Three months later, an armed group sprayed her vehicle with bullets while she was on the road between Michoacán and neighbouring Guerrero state.
A year after the second attack, and by then also having to wear a colostomy bag, she took off her blouse before photographers and put her battle scars on display to show what the assailants were capable of. The multiple bullet marks, compounded by lacerations from the ensuing crash, were shocking; the pictures were relayed around the world.
“At a different time of my life, maybe I would have resigned from my post, from my responsibilities,” Gorrostieta wrote in a public letter at the time. “But it is no longer possible now that I have three children whom I have to teach by example.”
To many people, that might seem to make little sense given her duties as an only parent.

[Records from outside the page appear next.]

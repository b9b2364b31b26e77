//! What `barrier` reports: window answers and network verdicts as text, k(E) tables as CSV and
//! SVG. Energies are shown in kJ/mol and kcal/mol (the engine works in J/mol), densities per
//! cm⁻¹.

use crate::barrier::{HotVerdict, KRow, Verdict};
use crate::report::csv_out::CsvTable;
use crate::report::{palette, ticks};
use crate::units::display::{self, EnergyUnit};
use crate::units::{Quantity, parse, sig};
use plotters::prelude::*;
use std::fmt::Write;

/// One cm⁻¹ as a molar energy, J/mol.
fn wavenumber() -> f64 {
    parse("1 cm-1", Quantity::MolarEnergy).unwrap_or(11.962_656)
}

/// "22.53 kcal/mol (94.27 kJ/mol)" for a molar energy in J/mol, in `family` with the other
/// beside it (`units::display::format_energy_beside`).
pub fn energy(e: f64, family: EnergyUnit) -> String {
    display::format_energy_beside(e, family)
}

/// A duration in s by the display rule (`units::display::format_time`): "150 fs", "1 h",
/// "2.1e4 yr"; "never" when infinite.
pub fn duration(t: f64) -> String {
    if !t.is_finite() {
        return "never".into();
    }
    display::format_time(t)
}

/// The verdict table of a network; barriers in `family` (the network's) with the other beside.
pub fn verdicts_text(rows: &[Verdict], window: f64, probability: f64, temperature: f64, family: EnergyUnit) -> String {
    let mut s = String::new();
    let _ = writeln!(
        s,
        "steps at {temperature:.2} K against a window of {} (probability {:.0} %)",
        duration(window),
        probability * 100.0
    );
    let width = rows.iter().map(|r| r.name.chars().count()).max().unwrap_or(4).max(4);
    let (main, other) = (family.spelling(), family.other().spelling());
    let _ = writeln!(
        s,
        "{:<width$} {:>14} {:>12} {:>12} {:>14}  verdict",
        "step",
        format!("ΔG‡ {main}"),
        format!("({other})"),
        "k (s⁻¹)",
        "half-life"
    );
    for r in rows {
        let mark = if r.barrier_given { " " } else { "*" };
        let _ = writeln!(
            s,
            "{:<width$} {:>13}{mark} {:>12} {:>12} {:>14}  {}",
            r.name,
            sig(r.barrier / family.factor(), 4),
            format!("({})", sig(r.barrier / family.other().factor(), 4)),
            sig(r.rate, 4),
            duration(r.half_life),
            r.words()
        );
    }
    let _ = writeln!(
        s,
        "Each thermal step is taken alone from the initial concentrations and follows its own integrated rate law \
         (second-order laws for A + B and 2 A, per molecule of the limiting reactant in brackets); k is its loss rate \
         per molecule at the start. Quenching is pseudo-first-order at the initial quencher concentration. A step with \
         a reactant (or quencher) at 0 M at the start is judged instead where its rate is largest in a kinetics run of \
         the network over the window, taken alone from the concentrations there (its verdict says when and at what). \
         ΔG‡ for bimolecular steps is for 1 mol/L. Channels set by fixed fractions carry no rate and are not listed."
    );
    if rows.iter().any(|r| !r.barrier_given) {
        let _ = writeln!(
            s,
            "* rate given as a plain k: ΔG‡ is only what Eyring's equation would need for it, not a barrier \
             (fluorescence or internal conversion has none)."
        );
    }
    let _ = writeln!(s, "{}", crate::barrier::tally(rows));
    s
}

/// One competing reaction of a hot molecule, for [`hot_yields_text`].
#[derive(Debug, Clone, PartialEq)]
pub struct HotRow {
    /// Display name (the transition state's frequency file).
    pub name: String,
    /// Zero-point-corrected barrier E₀, J/mol.
    pub barrier: f64,
    /// Reaction-path degeneracy σ.
    pub degeneracy: f64,
    /// k(E) at the starting energy, s⁻¹ (None where the density is zero).
    pub rate_at_start: Option<f64>,
    /// Yield before cooling.
    pub probability: f64,
}

/// The yields of competing hot-molecule reactions and the share that cools, starting at
/// `energy` J/mol with cooling time constant `cooling` s on a grain written as `grain`.
pub fn hot_yields_text(
    rows: &[HotRow],
    cooled: f64,
    energy: f64,
    cooling: f64,
    grain: &str,
    family: EnergyUnit,
) -> String {
    let mut s = String::new();
    let _ = writeln!(
        s,
        "hot molecule with {} above its zero-point level, cooling exponentially with τ = {}",
        self::energy(energy, family),
        duration(cooling)
    );
    let width = rows.iter().map(|r| r.name.chars().count()).max().unwrap_or(0).max(23);
    let _ = writeln!(
        s,
        "  {:<width$}  {:>33}  {:>4}  {:>11}  {:>12}",
        "channel", "E0", "σ", "k(E) (s⁻¹)", "yield"
    );
    for r in rows {
        let _ = writeln!(
            s,
            "  {:<width$}  {:>33}  {:>4}  {:>11}  {:>12.6e}",
            r.name,
            self::energy(r.barrier, family),
            r.degeneracy,
            r.rate_at_start.map_or("-".to_string(), |k| sig(k, 5)),
            r.probability
        );
    }
    let _ = writeln!(
        s,
        "  {:<width$}  {:>33}  {:>4}  {:>11}  {:>12.6e}",
        "cooled without reacting", "", "", "", cooled
    );
    let _ = writeln!(
        s,
        "  RRKM k(E) from Beyer–Swinehart counts on a {grain} grain; the channels compete while the energy decays"
    );
    s
}

/// The hot ground-state channels of a network: yields before cooling, for which a time window
/// does not apply. Empty when the network has none.
pub fn hot_verdicts_text(rows: &[HotVerdict], family: EnergyUnit) -> String {
    let mut s = String::new();
    if rows.is_empty() {
        return s;
    }
    let _ = writeln!(
        s,
        "Hot ground-state channels (they react or cool within a few τ of the photon, so the window does not apply):"
    );
    let width = rows.iter().map(|r| r.name.chars().count()).max().unwrap_or(4).max(4);
    let _ = writeln!(
        s,
        "{:<width$} {:>30} {:>30} {:>12} {:>12} {:>10}  verdict",
        "channel", "E0", "E", "k(E) (s⁻¹)", "τ", "k(E)·τ"
    );
    for r in rows {
        let _ = writeln!(
            s,
            "{:<width$} {:>30} {:>30} {:>12} {:>12} {:>10}  {}",
            r.name,
            energy(r.barrier, family),
            energy(r.energy, family),
            sig(r.rate_at_start, 4),
            duration(r.cooling),
            sig(r.competition(), 4),
            r.words()
        );
    }
    let _ = writeln!(
        s,
        "E is the excess energy at the start; the yield integrates RRKM k(E) while the energy decays with τ."
    );
    s
}

/// k(E) table as CSV, units in the header.
pub fn k_csv(rows: &[KRow]) -> String {
    let wn = wavenumber();
    let mut t = CsvTable::new([
        "energy (kJ/mol)",
        "energy (cm-1)",
        "k (1/s)",
        "rho (states per cm-1)",
        "W reactant",
        "W transition state",
    ]);
    for r in rows {
        t.row([
            format!("{:.4}", r.energy / 1000.0),
            format!("{:.2}", r.energy / wn),
            r.rate.map(|k| format!("{k:.6e}")).unwrap_or_default(),
            format!("{:.6e}", r.density * wn),
            format!("{:.6e}", r.sum),
            format!("{:.6e}", r.ts_sum),
        ]);
    }
    t.finish()
}

/// k(E) on a log axis against E (upper panel) and ρ(E), W(E) on a log axis (lower panel), SVG;
/// energies in `family` (the one `--barrier` was written in).
pub fn k_svg(rows: &[KRow], title: &str, family: EnergyUnit) -> String {
    let per = family.factor();
    let eu = family.spelling();
    let wn = wavenumber();
    let mut svg = String::new();
    {
        let root = SVGBackend::with_string(&mut svg, (900, 760)).into_drawing_area();
        let _ = root.fill(&WHITE);
        let (upper, lower) = root.split_vertically(400);
        let x0 = rows.first().map_or(0.0, |r| r.energy / per);
        let x1 = rows.last().map_or(1.0, |r| r.energy / per).max(x0 + 1e-9);
        let positive = |v: &[f64]| -> (f64, f64) {
            let lo = v.iter().cloned().filter(|x| *x > 0.0).fold(f64::INFINITY, f64::min);
            let hi = v.iter().cloned().filter(|x| *x > 0.0).fold(0.0, f64::max);
            if lo.is_finite() && hi > 0.0 {
                (lo / 2.0, hi * 2.0)
            } else {
                (1e-3, 1.0)
            }
        };
        let ks: Vec<(f64, f64)> = rows
            .iter()
            .filter_map(|r| r.rate.filter(|k| *k > 0.0).map(|k| (r.energy / per, k)))
            .collect();
        let (klo, khi) = positive(&ks.iter().map(|p| p.1).collect::<Vec<_>>());
        let rho: Vec<(f64, f64)> = rows
            .iter()
            .filter(|r| r.density > 0.0)
            .map(|r| (r.energy / per, r.density * wn))
            .collect();
        let w: Vec<(f64, f64)> = rows
            .iter()
            .filter(|r| r.sum > 0.0)
            .map(|r| (r.energy / per, r.sum))
            .collect();
        let all: Vec<f64> = rho.iter().chain(&w).map(|p| p.1).collect();
        let (slo, shi) = positive(&all);
        // Decades labelled as powers of ten ("10⁻⁶"): short labels that stay inside the figure.
        let (kb, sb) = (ticks::decades(klo, khi, 8), ticks::decades(slo, shi, 9));
        let draw = || -> Result<(), Box<dyn std::error::Error + '_>> {
            let mut c = ChartBuilder::on(&upper)
                .caption(title, ("sans-serif", 22))
                .margin(16)
                .x_label_area_size(44)
                .y_label_area_size(80)
                .build_cartesian_2d(x0..x1, (klo..khi).log_scale().with_key_points(kb.clone()))?;
            c.configure_mesh()
                .x_desc(format!("E above the reactant zero-point level ({eu})"))
                .y_desc(format!("k(E) ({}, log scale)", display::rate_constant(1)))
                .x_label_formatter(&|v| ticks::label(*v))
                .y_label_formatter(&|v| ticks::power_label(*v))
                .label_style(("sans-serif", 15))
                .draw()?;
            c.draw_series(LineSeries::new(ks.clone(), palette::species(0).stroke_width(2)))?;
            // The legend of the lower panel stands above its plotted area, not over the curves.
            let red = palette::species(1);
            let green = palette::species(2);
            let entries = [
                ("ρ(E), reactant states per cm-1", red),
                ("W(E), reactant sum of states", green),
            ];
            let mut lx = 100;
            for (name, col) in entries {
                lower.draw(&PathElement::new(vec![(lx, 12), (lx + 30, 12)], col.stroke_width(3)))?;
                lower.draw(&Text::new(name, (lx + 38, 4), ("sans-serif", 15)))?;
                lx += 60 + 8 * name.chars().count() as i32;
            }
            let mut d = ChartBuilder::on(&lower)
                .margin(16)
                .margin_top(30)
                .x_label_area_size(44)
                .y_label_area_size(80)
                .build_cartesian_2d(x0..x1, (slo..shi).log_scale().with_key_points(sb.clone()))?;
            d.configure_mesh()
                .x_desc(format!("E ({eu})"))
                .y_desc("ρ (per cm-1) and W (log scale)")
                .x_label_formatter(&|v| ticks::label(*v))
                .y_label_formatter(&|v| ticks::power_label(*v))
                .label_style(("sans-serif", 15))
                .draw()?;
            d.draw_series(LineSeries::new(rho.clone(), red.stroke_width(2)))?;
            d.draw_series(LineSeries::new(w.clone(), green.stroke_width(2)))?;
            Ok(())
        };
        let _ = draw();
        let _ = root.present();
    }
    svg
}

#[cfg(test)]
mod tests {
    use super::*;

    #[test]
    fn durations_read_well() {
        assert_eq!(duration(150e-15), "150 fs");
        assert_eq!(duration(3600.0), "1 h");
        assert_eq!(duration(f64::INFINITY), "never");
        assert_eq!(duration(5400.0), "1.5 h");
        assert_eq!(duration(0.0), "0 s");
        // A ps event's half-life in ps, never "3.50e-15 h" (issue 18).
        assert_eq!(duration(6.409e-12), "6.41 ps");
    }

    #[test]
    fn a_kcal_network_shows_its_barriers_in_kcal_with_kj_beside() {
        // 23.5 kcal/mol = 98.324 kJ/mol (thermochemical calorie; common practice).
        assert_eq!(
            energy(23.5 * 4184.0, EnergyUnit::KcalPerMol),
            "23.5 kcal/mol (98.32 kJ/mol)"
        );
    }

    /// The x of every text element of an SVG, with its text.
    fn texts(svg: &str) -> Vec<(f64, String)> {
        svg.match_indices("<text")
            .map(|(i, _)| {
                let tag = &svg[i..];
                let x = tag.find(" x=\"").map(|k| k + 4).unwrap_or(0);
                let x: f64 = tag[x..].split('"').next().and_then(|v| v.parse().ok()).unwrap_or(-1.0);
                let body = tag.find('>').map(|k| k + 1).unwrap_or(0);
                let end = tag.find("</text>").unwrap_or(body);
                (x, tag[body..end].trim().to_string())
            })
            .collect()
    }

    #[test]
    fn k_of_e_ticks_are_powers_of_ten_inside_the_figure() {
        // k(E) over 13 decades and sums of states over 38: labels written out in full used to
        // run off the left edge ("9.9999999998e-5").
        let rows: Vec<KRow> = (0..200)
            .map(|i| {
                let e = 2000.0 * i as f64;
                KRow {
                    energy: e,
                    rate: (e > 120e3).then(|| 1e-6 * 10f64.powf((e - 120e3) / 280e3 * 13.0)),
                    density: 10f64.powf(e / 400e3 * 36.0) / 11.96,
                    sum: 10f64.powf(e / 400e3 * 38.0),
                    ts_sum: 1.0,
                }
            })
            .collect();
        let svg = k_svg(&rows, "k", EnergyUnit::KjPerMol);
        let t = texts(&svg);
        assert!(
            t.iter().all(|(x, _)| *x >= 0.0),
            "a label starts left of the figure: {t:?}"
        );
        let powers: Vec<&String> = t
            .iter()
            .map(|p| &p.1)
            .filter(|s| s.starts_with("10") && s.chars().count() > 2)
            .collect();
        assert!(powers.len() >= 6, "{t:?}");
        assert!(
            !t.iter().any(|(_, s)| s.contains("e-") || s.contains("e3")),
            "float labels: {t:?}"
        );
    }
}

But Gorrostieta – who subsequently took leave to run for a seat in the national congress but failed to secure adequate backing in the wider constituency she campaigned in – was fervently religious. People who knew and worked with her say she was on a mission.
That mission – to stand up to the intimidating threat of organised crime – has now been ended. But her legacy of defiance remains. As Joaquín López-Dóriga, Mexico’s best-known journalist, wrote in a 2010 column after meeting her while she was convalescing from the previous attack, “last week, I ran into a heroine of the 21st century”.